Online Voting Introduces Increased Access With Security Concerns
By Tracie Ehrlich
Today, Americans can buy a car, apply for a mortgage, make a will, and even get married entirely online. This November, at least three states--Delaware, West Virginia, and New Jersey-- will add to this ever-growing list by implementing online voting in several forms.
For its proponents, online voting brings the prospect of engaging a new generation of voters and increasing accessibility to the ballot booth. Voatz, a Massachusetts based company providing mobile voting via an application downloaded to a voter’s smartphone, is one such proponent.
Voatz implemented small pilot programs with jurisdictions across the United States, targeting voters who commonly face difficulties casting a ballot, including those with disabilities and military personnel deployed overseas.
Jesse Andrews, Voatz Director of Business Development, said that online voting is all about giving voters another channel to cast their ballot.
“That’s really our mindset,” Andrews said. “How do we help these voters? How do we allow election workers to protect their voters?”
For many, however, the security and privacy risks of implementing an online voting system outweigh any perceived benefits.
“Given that online voting isn’t really secure by any mechanism we know of, we’re unprepared,” Eugene Spafford, a Computer Science professor at Purdue University and computer security expert, said. “The fact that people still think of it as a possibility indicates that we’re not prepared.”
Spafford said the United States has only begun to scratch the surface of online voting and that there are problems associated with it that don’t have solutions yet.
“In general, our cyber security posture is terrible, as businesses, private individuals, [and] governments all fall prey to this,” Spafford said. “Anybody talking about ‘well we can make it secure’ just doesn’t understand the reality of how people are using computing now, and how weak it really is.”
He said he believes the core values of American elections cannot co-exist with online voting.
“Voting as we do it is not possible online,” Spafford said.
For example, he explains that people are concerned whether others know how we voted. If we moved away from such concerns, then online voting may be possible, but would allow for the possibility of voter fraud and coercion.
Mike Shapiro, Chief Privacy Officer for the County of Santa Clara, said accurate information and voter empowerment are the most pressing issues and should be prioritized first.
For Shapiro, online voting holds future promise. However, he said, putting such a tool into practice remains a distant goal, given outstanding security concerns.
“I think for now, considering all the efforts that are going on to try to infiltrate, I would consider a mail-in paper ballot to be the viable option. That’s not to say that I’m against the technology in particular,” Shapiro said. “I think it’s just going to be a matter of time before it advances enough to where it is going to be a safe and secure way to vote.”
Shapiro said the irony of skirting new voting technology is not lost on him, given the constituency he serves, Silicon Valley, still votes by paper.

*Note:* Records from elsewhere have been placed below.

A lost local worker process
    When a worker process dies, ``concurrent.futures`` fails every task in flight
    in its pool, and cannot say whose worker died. The runner keeps at most one task
    per worker and one waiting in flight, counts an attempt for each of them, starts
    a new pool for the tasks not yet started, and runs each task that was in flight
    again in a process of its own, where a death is that task's alone (its exit code
    or signal is the reason).
"""
from __future__ import annotations

import concurrent.futures as cf
import contextlib
import errno
import multiprocessing
import os
import signal
import sys
import time
from collections.abc import Callable, Iterable, Sequence
from dataclasses import dataclass, field
from typing import Any

from optbench.errors import InputError

Progress = Callable[[int, int], None]

#: retries of a transient failure (a lost worker, a passing I/O error) after the
#: first attempt: 2, so a task is tried at most 3 times
DEFAULT_RETRIES = 2

#: errno values of an ``OSError`` that a second try may not meet (I/O error, try
#: again, interrupted, busy, timed out, stale network file handle, too many open
#: files, out of memory)
TRANSIENT_ERRNOS = frozenset({errno.EIO, errno.EAGAIN, errno.EINTR, errno.EBUSY,
                              errno.ETIMEDOUT, errno.ESTALE, errno.ENFILE, errno.EMFILE,
                              errno.ENOMEM})


@dataclass(frozen=True)
class TaskFailure:
    """What became of a task that failed: the input it was given and why.

    ``attempts`` counts every start of the task (1 = not retried); ``transient``
    says whether the last failure was of a kind worth retrying (then the retries ran
    out); ``retry_reasons`` says why each earlier attempt was lost.
    """

    item: Any
    reason: str
    attempts: int = 1
    transient: bool = False
    retry_reasons: tuple[str, ...] = ()


@dataclass(frozen=True)
class TaskOutcome:
    """One task's result: ``value`` is ``fn(item)`` or a :class:`TaskFailure`;
    ``attempts`` counts its starts (1 = first time); ``retry_reasons`` says why each
    earlier attempt was lost."""

    value: Any
    attempts: int = 1
    retry_reasons: tuple[str, ...] = field(default=())

    @property
    def failed(self) -> bool:
        return isinstance(self.value, TaskFailure)


def _describe(err: BaseException) -> str:
    if isinstance(err, InputError):
        return str(err)
    text = str(err).strip().splitlines()
    return f"{type(err).__name__}: {text[0]}" if text else type(err).__name__


def is_transient(err: BaseException) -> bool:
    """Whether a failure inside a task may pass on a second try (see the module
    notes): memory, time-outs, connections, and the ``OSError`` codes of
    :data:`TRANSIENT_ERRNOS` — raised directly or met while the error was raised."""
    seen: set[int] = set()
    e: BaseException | None = err
    while e is not None and id(e) not in seen:
        seen.add(id(e))
        if isinstance(e, (MemoryError, TimeoutError, ConnectionError)):
            return True
        if isinstance(e, OSError) and e.errno in TRANSIENT_ERRNOS:
            return True
        e = e.__cause__ or e.__context__
    return False


def call_safely(fn: Callable[[Any], Any], item: Any) -> Any:
    """``fn(item)``, or a :class:`TaskFailure` naming the reason if it raises."""
    try:
        return fn(item)
    except Exception as err:  # one underlying's failure must not stop the screen
        return TaskFailure(item=item, reason=_describe(err), transient=is_transient(err))


def default_workers() -> int:
    """The number of cores this process may use."""
    try:
        return max(1, len(os.sched_getaffinity(0)))
    except AttributeError:  # not on Linux
        return max(1, os.cpu_count() or 1)


def run_tasks(fn: Callable[[Any], Any], items: Iterable[Any], *, workers: int | None = None,
              scheduler: str | None = None, progress: Progress | None = None,
              retries: int = DEFAULT_RETRIES) -> list[Any]:
    """Apply ``fn`` to every item and return the results in input order (a failed
    task's slot holds its :class:`TaskFailure`). See :func:`run_outcomes`."""
    return [o.value for o in run_outcomes(fn, items, workers=workers, scheduler=scheduler,
                                          progress=progress, retries=retries)]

“There’s going to be a time where we’re going to get there, but that’s going to be a little bit into the future,” Shapiro said.
Despite security concerns, Andrews says Voatz’s benefits are too great to ignore, citing the opportunities Voatz gives disabled, military, and elderly voters to cast their ballot.
“There’s risk inherent in every channel, and every manner of voting and, again, election administrators, they’re risk mitigators,” he said, stating that while it is important to consider safety and security, it is also crucial to consider “who are the voters getting left out or left behind that can’t participate?” In other words, “a vote lost is its own form of lack of security,” Andrews said.
Andrews said he also envisions ways for online voting to enhance election security.
“If you’ve been hit by a hurricane or wildfire, and your polling locations are down, what do you have as back up? What is your resiliency in this system? That’s how we think about this. We want to strengthen this election system across the US,” Andrews said. “We want to make this another option. We think a lot of different channels can flourish.”
Andrews said he encourages those skeptical of online voting to work with its proponents to address potential security issues.
“This is a decades-long process that’s going to happen here,” Andrews said. To the detractors and people who are even slightly hesitant about the future of online voting, he urges, “come fight the good fight with us.”
Spafford said the most critical issues facing voters don’t hinge on technology.
“If one looks at the electoral system, there are some common problems that are not necessarily associated with technology,” Spafford said. “And, it’s not clear that technology provides the solutions. For instance, a minority of voters are the ones who go to vote. How do we get the others to vote? Even more importantly, how do we get the majority of voters to cast informed ballots? That’s tough.”
Spafford said it is essential to have people who care and are educated at every level of the election system.
“A good government, a democracy, does not maintain itself,” Spafford said. “It is maintained by the people who care enough to participate. We can’t defer this to technology.”